Wszyscy uśmiechnęli się od ucha do ucha. Chłopcom pewnie chodziło po głowach: jutro nie ma lekcji, będzie czas wolny więc na bank poderwę jakąś sztukę, a następnego dnia pochwalę się nią przed kumplami.
- I właśnie po to was zwołałem, bo potrzebuję cztery pięć dziewczynek, które pomogły przystrajając salę. Z każdego domu są brane.
Z końca sali dobiegł chłopięcy głos...
- A czemu do takich zajęć zawsze są brane baby?
- Widzisz, dziewczynki mają większy talent do ozdabiania wnętrzy.
Młody krukon z drugiej klasy zarumienił się i usiadł z powrotem na ziemię.
Ja nie mam zamiaru się zgłaszać. Chcę spędzić ten dzień z przyjaciółmi i odpocząć. Nie dam się w to wrobić.
Zgłosiły się cztery ręce, a profesor od razu rozdał im kartki z planem.
- No, jeszcze jedna.

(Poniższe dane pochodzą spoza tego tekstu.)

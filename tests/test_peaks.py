"""Interpolated peaks: frequency and amplitude of tones between lines."""

import numpy as np
import pytest

from engine.errors import InputError
from engine.peaks import find_peaks
from engine.spectrum import SpectrumSettings, compute_spectrum

FS = 25600.0
DF = FS / 2.56 / 1600


def tone(f, amp=1.0, seconds=4.0):
    t = np.arange(int(FS * seconds)) / FS
    return amp * np.sin(2 * np.pi * f * t + 0.4)


@pytest.mark.parametrize("window", ["rectangular", "hann", "hamming", "flat-top",
                                    "blackman-harris"])
@pytest.mark.parametrize("fraction", [0.0, 0.2, 0.5, 0.8])
def test_interpolation_recovers_tone(window, fraction):
    # An isolated tone between lines: interpolation through the window's own transform
    # (Harris 1978, section IV) gives its frequency within 1 % of a line and its
    # amplitude within 0.5 %, whatever the window's scalloping loss.
    f0 = (517 + fraction) * DF
    overlap = 0.0 if window == "rectangular" else 0.5
    s = compute_spectrum(tone(f0, amp=3.0), FS,
                         settings=SpectrumSettings(lines=1600, window=window, scale="peak",
                                                   overlap=overlap))
    p = find_peaks(s, count=1)[0]
    assert p.frequency_hz == pytest.approx(f0, abs=0.01 * DF)
    assert p.amplitude == pytest.approx(3.0, rel=0.005)


def test_ranked_with_orders(rng):
    rpm = 1480.0
    f1 = rpm / 60
    x = tone(f1, 1.0) + tone(2 * f1, 0.5) + tone(4.3 * f1, 0.2) + 0.001 * rng.standard_normal(
        int(FS * 4))
    s = compute_spectrum(x, FS, settings=SpectrumSettings(fmax_hz=1000.0, lines=1600,
                                                          scale="peak"))
    peaks = find_peaks(s, count=3, rpm=rpm)
    assert [round(p.order, 2) for p in peaks] == [1.0, 2.0, 4.3]
    assert [round(p.amplitude, 2) for p in peaks] == [1.0, 0.5, 0.2]
    assert peaks[0].amplitude > peaks[1].amplitude > peaks[2].amplitude


def test_prominence_filters_noise(rng):
    s = compute_spectrum(rng.standard_normal(int(FS * 4)) * 0.01 + tone(300.0), FS,
                         settings=SpectrumSettings(lines=800))
    peaks = find_peaks(s, count=50, min_prominence_db=20.0)
    assert len(peaks) == 1 and peaks[0].frequency_hz == pytest.approx(300.0, abs=0.1)


def test_bad_arguments():
    s = compute_spectrum(tone(300.0), FS, settings=SpectrumSettings(lines=800))
    with pytest.raises(InputError):
        find_peaks(s, count=0)
    with pytest.raises(InputError):
        find_peaks(s, rpm=-3)
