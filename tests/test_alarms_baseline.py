"""Statistical baselines: levels from known normal values, the Gaussian tail behind
k = 3, too few runs."""

import math

import numpy as np
import pytest
import scipy.stats

from engine.alarms.baseline import MIN_BASELINE_RUNS, band_statistics, baseline_plan
from engine.alarms.evaluate import evaluate_run
from engine.alarms.plan import AlarmPlan, Band
from engine.errors import InputError

TEMPLATE = AlarmPlan("P-101 motor DE", (
    Band("overall velocity", "overall", alert=2.8, danger=4.5),
    Band("1x", "band_rms", alert=2.0, danger=4.0, low=0.8, high=1.2, basis="order"),
    Band("kurtosis", "kurtosis", alert=4.0, danger=8.0, unit="1", scale=""),
), origin="ISO 20816-3 group 2, rigid (generic)")


def runs_from(rng, n):
    overall = rng.normal(1.2, 0.1, n)
    one_x = rng.normal(0.6, 0.05, n)
    kurt = rng.normal(3.0, 0.2, n)
    runs = [{"overall velocity": a, "1x": b, "kurtosis": c}
            for a, b, c in zip(overall, one_x, kurt)]
    return runs, {"overall velocity": overall, "1x": one_x, "kurtosis": kurt}


def test_sigma_levels_are_mean_plus_k_sigma(rng):
    # numpy as reference: mean and sample standard deviation (ddof=1).
    runs, columns = runs_from(rng, 20)
    plan = baseline_plan(TEMPLATE, runs)
    for name, col in columns.items():
        mean, sigma = float(np.mean(col)), float(np.std(col, ddof=1))
        b = plan.band(name)
        assert b.alert == pytest.approx(mean + 3 * sigma, rel=1e-12)
        assert b.danger == pytest.approx(mean + 6 * sigma, rel=1e-12)
    assert plan.origin == "baseline of 20 runs (sigma)"
    assert plan.name == "P-101 motor DE (baseline)"
    assert "n=20" in plan.note and "σ=" in plan.note
    # the bands themselves are kept
    assert [(b.name, b.measure, b.low, b.high, b.basis) for b in plan.bands] == [
        (b.name, b.measure, b.low, b.high, b.basis) for b in TEMPLATE.bands]
    custom = baseline_plan(TEMPLATE, runs, k=2.0, danger_k=4.0, name="learnt")
    col = columns["1x"]
    assert custom.band("1x").alert == pytest.approx(np.mean(col) + 2 * np.std(col, ddof=1))
    assert custom.name == "learnt"


def test_ratio_levels_are_multiples_of_the_mean(rng):
    runs, columns = runs_from(rng, 8)
    plan = baseline_plan(TEMPLATE, runs, method="ratio")
    for name, col in columns.items():
        assert plan.band(name).alert == pytest.approx(2.5 * np.mean(col), rel=1e-12)
        assert plan.band(name).danger == pytest.approx(5.0 * np.mean(col), rel=1e-12)
    # 2.5× and 5× are +8 dB and +14 dB over the normal level (common practice)
    assert 20 * math.log10(2.5) == pytest.approx(7.96, abs=0.01)
    assert 20 * math.log10(5.0) == pytest.approx(13.98, abs=0.01)
    assert plan.origin == "baseline of 8 runs (ratio)"
    other = baseline_plan(TEMPLATE, runs, method="ratio", alert_ratio=2.0, danger_ratio=4.0)
    assert other.band("1x").danger == pytest.approx(4.0 * np.mean(columns["1x"]))


def test_k3_false_alarm_rate_of_gaussian_values(rng):
    # One-sided Gaussian tail beyond 3σ: 1 − Φ(3) = 0.00135 (scipy.stats.norm as
    # reference; Abramowitz & Stegun Table 26.1).
    assert scipy.stats.norm.sf(3.0) == pytest.approx(0.00135, abs=1e-5)
    runs, _ = runs_from(rng, 200)
    plan = baseline_plan(TEMPLATE, runs)
    b = plan.band("overall velocity")
    healthy = rng.normal(1.2, 0.1, 200_000)
    rate = np.mean(healthy >= b.alert)
    # the baseline's own mean and σ from 200 runs are estimates, so the level is not
    # exactly 3σ of the population: the rate is the Gaussian tail at the level reached
    # (scipy.stats.norm as reference), and near 0.13 %
    expected = scipy.stats.norm.sf((b.alert - 1.2) / 0.1)
    assert rate == pytest.approx(expected, abs=4 * math.sqrt(expected / healthy.size))
    assert 0.0003 < rate < 0.005
    states = [evaluate_run(plan, {"overall velocity": v}).state for v in healthy[:2000]]
    assert states.count("danger") == 0


def test_nan_values_are_skipped_and_counted(rng):
    runs, columns = runs_from(rng, 7)
    runs[2]["1x"] = math.nan
    del runs[4]["1x"]
    stats = band_statistics(TEMPLATE, runs)
    kept = np.delete(columns["1x"], [2, 4])
    assert stats["1x"][0] == 5
    assert stats["1x"][1] == pytest.approx(np.mean(kept), rel=1e-12)
    assert stats["1x"][2] == pytest.approx(np.std(kept, ddof=1), rel=1e-12)
    plan = baseline_plan(TEMPLATE, runs)
    assert plan.band("1x").alert == pytest.approx(np.mean(kept) + 3 * np.std(kept, ddof=1))


def test_too_few_runs_or_useless_values_are_refused(rng):
    assert MIN_BASELINE_RUNS == 5
    runs, _ = runs_from(rng, MIN_BASELINE_RUNS - 1)
    with pytest.raises(InputError, match="band 'overall velocity': 4 run.*at least 5"):
        baseline_plan(TEMPLATE, runs)
    runs, _ = runs_from(rng, 6)
    for r in runs[:2]:
        r["kurtosis"] = math.nan
    with pytest.raises(InputError, match="band 'kurtosis': 4 run"):
        baseline_plan(TEMPLATE, runs)
    flat = [{"overall velocity": 1.0, "1x": 0.5, "kurtosis": 3.0} for _ in range(6)]
    with pytest.raises(InputError, match="σ = 0"):
        baseline_plan(TEMPLATE, flat)
    assert baseline_plan(TEMPLATE, flat, method="ratio").band("1x").alert == 1.25
    zero = [{"overall velocity": 0.0, "1x": 0.0, "kurtosis": 0.0} for _ in range(6)]
    with pytest.raises(InputError, match="positive mean"):
        baseline_plan(TEMPLATE, zero, method="ratio")
    runs, _ = runs_from(rng, 6)
    for kw, message in [({"method": "median"}, "method 'median'"),
                        ({"k": 6.0, "danger_k": 3.0}, "k 6 must be below danger_k 3"),
                        ({"k": -1.0}, "k must be a positive"),
                        ({"method": "ratio", "alert_ratio": 0.5}, "alert_ratio 0.5 must be"),
                        ({"method": "ratio", "danger_ratio": 2.0}, "below danger_ratio 2")]:
        with pytest.raises(InputError, match=message):
            baseline_plan(TEMPLATE, runs, **kw)
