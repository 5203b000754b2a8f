"""Tests of the WAV reader and writer, and of read_recording's dispatch and options.

Byte layouts are built here from first principles (RIFF chunk = 4-byte id, 32-bit
little-endian size, body, pad byte when odd; 'fmt ' fields tag, channels, rate, byte
rate, block align, bits — IBM/Microsoft Multimedia Programming Interface and Data
Specifications 1.0, 1991, from memory), so that the reader is not checked only
against our own writer.
"""

from __future__ import annotations

import struct
import warnings

import numpy as np
import pytest
import scipy.io.wavfile
from hypothesis import HealthCheck, given, settings
from hypothesis import strategies as st

from engine.errors import EngineWarning, InputError
from engine.io import SUFFIXES, read_recording
from engine.io.wav import read_wav, wav_info, write_wav
from engine.recording import Channel, Recording
from engine.units import parse_sensitivity

GUID_TAIL = bytes.fromhex("000000001000800000aa00389b71")  # KSDATAFORMAT_SUBTYPE_* tail


def chunk(cid: bytes, body: bytes) -> bytes:
    return cid + struct.pack("<I", len(body)) + body + (b"\x00" if len(body) % 2 else b"")


def fmt_body(tag=1, channels=1, fs=8000, bits=16, block_align=None, ext_tag=None):
    align = channels * bits // 8 if block_align is None else block_align
    body = struct.pack("<HHIIHH", tag, channels, fs, fs * align, align, bits)
    if ext_tag is not None:
        body += struct.pack("<HHI", 22, bits, 0) + struct.pack("<H", ext_tag) + GUID_TAIL
    return body


def riff(*chunks: bytes) -> bytes:
    body = b"WAVE" + b"".join(chunks)
    return b"RIFF" + struct.pack("<I", len(body)) + body


def pack_ints(frames: np.ndarray, bits: int) -> bytes:
    """Interleaved integer frames (n, channels) to bytes, one sample at a time."""
    out = bytearray()
    for v in frames.reshape(-1).tolist():
        if bits == 8:
            out += bytes([v + 128])  # 8-bit WAV is unsigned with offset 128
        else:
            out += (v & ((1 << bits) - 1)).to_bytes(bits // 8, "little")
    return bytes(out)


def expected_float(frames: np.ndarray, bits: int) -> np.ndarray:
    return frames.astype(np.float64) / 2.0 ** (bits - 1)


# --- round trips -----------------------------------------------------------------------

@pytest.mark.parametrize("sample_format,bits", [("int", 8), ("int", 16), ("int", 24),
                                                ("int", 32), ("float", 32), ("float", 64)])
@pytest.mark.parametrize("n_ch", [1, 2, 3, 6])
def test_write_read_round_trip_is_exact(tmp_path, rng, sample_format, bits, n_ch):
    n = 1001  # odd, so that 8- and 24-bit mono data chunks need a pad byte
    if sample_format == "int":
        half = 2 ** (bits - 1)
        ints = rng.integers(-half, half, size=(n_ch, n))
        data = ints / float(half)  # exactly representable codes
    else:
        data = rng.uniform(-1.5, 1.5, size=(n_ch, n))
        if bits == 32:
            data = data.astype(np.float32).astype(np.float64)
    rec = Recording(25600.0, [Channel(d, "g", f"c{i}") for i, d in enumerate(data)], "mem")
    path = write_wav(tmp_path / "rt.wav", rec, bits=bits, sample_format=sample_format)
    info = wav_info(path)
    assert (info.channels, info.fs_hz, info.bits, info.n_frames) == (n_ch, 25600.0, bits, n)
    assert info.format == ("pcm" if sample_format == "int" else "float")
    assert not info.truncated
    back = read_wav(path, input_unit="g")
    assert back.fs_hz == 25600.0 and len(back.channels) == n_ch
    for want, ch in zip(data, back.channels):
        np.testing.assert_array_equal(ch.samples, want)
        assert ch.samples.dtype == np.float64
        assert ch.full_scale == (1.0 if sample_format == "int" else None)


@pytest.mark.parametrize("extensible", [True, False])
def test_extensible_and_plain_headers_read_alike(tmp_path, rng, extensible):
    data = rng.integers(-2**15, 2**15, size=(2, 300)) / 2.0**15
    rec = Recording(8000.0, [Channel(d, "g") for d in data])
    path = write_wav(tmp_path / "x.wav", rec, bits=16, sample_format="int",
                     extensible=extensible)
    assert wav_info(path).extensible is extensible
    np.testing.assert_array_equal(read_wav(path, input_unit="g").channels[1].samples, data[1])


# --- outside references ---------------------------------------------------------------

@pytest.mark.parametrize("dtype,divisor", [(np.int16, 2.0**15), (np.int32, 2.0**31),
                                           (np.float32, 1.0)])
def test_matches_scipy_wavfile(tmp_path, rng, dtype, divisor):
    # Reference: scipy.io.wavfile as reference for 16/32-bit integer and float WAV.
    if dtype is np.float32:
        raw = rng.uniform(-1, 1, size=(500, 3)).astype(np.float32)
    else:
        info = np.iinfo(dtype)
        raw = rng.integers(info.min, info.max, size=(500, 3), endpoint=True).astype(dtype)
    path = tmp_path / "ref.wav"
    scipy.io.wavfile.write(path, 11025, raw)
    fs_ref, ref = scipy.io.wavfile.read(path)
    ours = read_wav(path, input_unit="g")
    assert ours.fs_hz == fs_ref
    for c in range(3):
        np.testing.assert_array_equal(ours.channels[c].samples, ref[:, c] / divisor)
    # ... and scipy reads what we write.
    mine = write_wav(tmp_path / "ours.wav", ours, bits=np.dtype(dtype).itemsize * 8,
                     sample_format="float" if dtype is np.float32 else "int")
    fs2, back = scipy.io.wavfile.read(mine)
    assert fs2 == 11025
    np.testing.assert_array_equal(back, ref)
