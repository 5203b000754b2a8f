"""ISO 20816-3 zones and the generic default plan, on both sides of every boundary."""

import dataclasses
import math

import pytest

from engine.alarms.evaluate import evaluate_run
from engine.alarms.iso import (ZONE_BOUNDARIES_MM_S, default_plan, zone_boundaries,
                               zone_of)
from engine.alarms.measure import MeasureInput, measure_plan
from engine.errors import InputError

# ISO 20816-3 zone boundaries A/B, B/C, C/D, velocity RMS in mm/s (from memory of the
# standard's tables; the user must confirm against their copy).
EXPECTED = {(2, "rigid"): (1.4, 2.8, 4.5), (2, "flexible"): (2.3, 4.5, 7.1),
            (1, "rigid"): (2.3, 4.5, 7.1), (1, "flexible"): (3.5, 7.1, 11.0)}
PAIRS = sorted(EXPECTED)
JUST = 1e-3  # relative step each side of a boundary


@pytest.mark.parametrize("pair", PAIRS)
def test_boundaries_are_the_standards_values(pair):
    assert zone_boundaries(*pair) == EXPECTED[pair]
    assert ZONE_BOUNDARIES_MM_S[pair] == EXPECTED[pair]


@pytest.mark.parametrize("pair", PAIRS)
def test_zone_on_both_sides_of_each_boundary(pair):
    bounds = zone_boundaries(*pair)
    for boundary, below, above in zip(bounds, "ABC", "BCD"):
        assert zone_of(boundary * (1 - JUST), bounds) == below
        assert zone_of(boundary * (1 + JUST), bounds) == above
        assert zone_of(boundary, bounds) == above  # at the boundary: the zone above
    assert zone_of(0.0, bounds) == "A"
    assert zone_of(1000.0, bounds) == "D"
    assert zone_of(math.nan, bounds) == ""


@pytest.mark.parametrize("pair", PAIRS)
def test_default_plan_states_on_both_sides_of_each_boundary(pair):
    plan = default_plan(*pair)
    ab, bc, cd = EXPECTED[pair]
    band = plan.band("overall velocity")
    assert (band.alert, band.danger) == (bc, cd)  # alert = B/C, danger = C/D
    cases = [(ab * (1 - JUST), "ok", "A"), (ab * (1 + JUST), "ok", "B"),
             (bc * (1 - JUST), "ok", "B"), (bc * (1 + JUST), "alert", "C"),
             (cd * (1 - JUST), "alert", "C"), (cd * (1 + JUST), "danger", "D"),
             (bc, "alert", "C"), (cd, "danger", "D")]
    for v, state, zone in cases:
        rs = evaluate_run(plan, {"overall velocity": v})
        assert rs.state == state, (pair, v)
        assert zone_of(v, zone_boundaries(*pair)) == zone
        if state != "ok":
            level = bc if state == "alert" else cd
            assert rs.bands[0].level == level
            assert rs.bands[0].excess == pytest.approx(v / level - 1.0, rel=1e-12)


@pytest.mark.parametrize("pair", PAIRS)
def test_default_plan_contents(pair):
    plan = default_plan(*pair)
    g, f = pair
    assert plan.origin == f"ISO 20816-3 group {g}, {f} (generic)"
    assert "generic" in plan.note.lower()
    assert "manufacturer" in plan.note and "take precedence" in plan.note
    (band,) = plan.bands
    assert (band.measure, band.unit, band.scale, band.low, band.high) == (
        "overall", "mm/s", "rms", None, None)
    # ISO 20816-1 broadband 10–1000 Hz above 600 rpm (from memory of the standard's text)
    assert band.edges_hz(1480.0) == (10.0, 1000.0)
    plan.validate(fmax_hz=1000.0)


def test_default_plan_reads_the_overall_level_in_other_velocity_units():
    # 1 in = 25.4 mm exactly (1959 agreement): 4.5 mm/s = 0.17717 in/s.
    plan = default_plan(2, "rigid")
    values = measure_plan(plan, MeasureInput(overall_velocity_mm_s=4.5))
    assert values == {"overall velocity": pytest.approx(4.5)}
    assert evaluate_run(plan, values).state == "danger"
    assert evaluate_run(plan, measure_plan(plan, MeasureInput())).state == "no data"
    (band,) = plan.bands
    us = dataclasses.replace(plan, bands=(dataclasses.replace(
        band, unit="in/s", alert=band.alert / 25.4, danger=band.danger / 25.4),))
    values = measure_plan(us, MeasureInput(overall_velocity_mm_s=4.5))
    assert values["overall velocity"] == pytest.approx(4.5 / 25.4, rel=1e-12)
    assert values["overall velocity"] == pytest.approx(0.17717, rel=1e-4)
    assert evaluate_run(us, {"overall velocity": 4.4 / 25.4}).state == "alert"


def test_foundation_case_and_unknown_groups():
    assert zone_boundaries(2, " Rigid ") == (1.4, 2.8, 4.5)
    for group, foundation, message in [(3, "rigid", "group must be 1"),
                                       (True, "rigid", "group must be 1"),
                                       (2, "soft", "foundation must be rigid or flexible")]:
        with pytest.raises(InputError, match=message):
            zone_boundaries(group, foundation)
        with pytest.raises(InputError, match=message):
            default_plan(group, foundation)


def test_zone_of_refuses_bad_values_and_boundaries():
    b = zone_boundaries(2, "rigid")
    with pytest.raises(InputError, match="velocity must be a finite RMS value"):
        zone_of(-0.1, b)
    with pytest.raises(InputError, match="velocity must be a finite RMS value"):
        zone_of(math.inf, b)
    with pytest.raises(InputError, match="velocity must be a number"):
        zone_of(None, b)
    with pytest.raises(InputError, match="must increase"):
        zone_of(1.0, (2.8, 1.4, 4.5))
    with pytest.raises(InputError, match="three numbers"):
        zone_of(1.0, (1.4, 2.8))
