/* lt_cov_diagnose on a matrix whose negative direction is known in closed
 * form: the identity with a 2x2 block [[1, 1.5], [1.5, 1]] on objects 3 and
 * 4 has eigenvalues 1 +- 1.5, so -0.5 along (e3 - e4)/sqrt(2), 2.5 along
 * (e3 + e4)/sqrt(2), and 1 (four times) elsewhere. */
static void test_diagnose_closed_form(void **state)
{
    (void)state;
    lt_error err;
    double m[36] = {0};
    for (int i = 0; i < 6; i++)
        m[i * 6 + i] = 1.0;
    m[2 * 6 + 3] = m[3 * 6 + 2] = 1.5;
    lt_cov *c = lt_cov_alloc(6, &err);
    lt_cov_add_dense(c, m, &err);
    assert_int_equal(lt_cov_factor(c, &err), LT_EINPUT); /* refused, restored */
    lt_cov_diagnosis d;
    assert_int_equal(lt_cov_diagnose(c, &d, &err), LT_OK);
    assert_int_equal(d.n, 6);
    assert_int_equal(d.n_negative, 1);
    assert_int_equal(d.n_zero, 0);
    assert_int_equal(d.neigen, LT_DIAG_EIGEN);
    assert_abs(d.eigen[0], -0.5, 1e-14);
    for (int k = 1; k < LT_DIAG_EIGEN; k++)
        assert_abs(d.eigen[k], 1.0, 1e-14);
    assert_abs(d.max_eigenvalue, 2.5, 1e-14);
    assert_int_equal(d.ntop, LT_DIAG_TOP);
    /* objects 3 and 4 (indices 2, 3), +- 1/sqrt(2), the first positive */
    assert_int_equal(d.top[0] + d.top[1], 5);
    assert_true(d.top[0] == 2 || d.top[0] == 3);
    assert_abs(d.weight[0], 1.0 / sqrt(2.0), 1e-12);
    assert_abs(d.weight[1], -1.0 / sqrt(2.0), 1e-12);
    for (int t = 2; t < LT_DIAG_TOP; t++)
        assert_abs(d.weight[t], 0.0, 1e-12);
    assert_abs(d.pair_correlation, 1.5, 1e-14);
    assert_rel(d.tolerance, 6 * 2.220446049250313e-16 * 2.5, 1e-14); /* n eps |lambda|max */
    lt_cov_free(c);
}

Będzie wynagrodzenie!
Vanessa się zgłosiła. Nie mogłam uwierzyć. Czemu ona!? Przecież umawiałyśmy się na wspólny dzień. Miałyśmy go spędzić razem. Od razu posmutniałam i moje plany legły gruzem. No nic... pójdę z kimś innym. Spojrzałam na Zaca, który tez nie był zadowolony < sądząc po jego minie. Opiekun nadal cos mówił, a ja go juz nie słuchałam. Zaczęłam się zastanawiać czy przebrać się w coś, czy tylko ubrać się na czarno? Po długich namysłach wybrałam jednak to drugie. Głupio bym wyglądała w przebraniu, no i oczywiście nikt by mnie nie chciał zagadać.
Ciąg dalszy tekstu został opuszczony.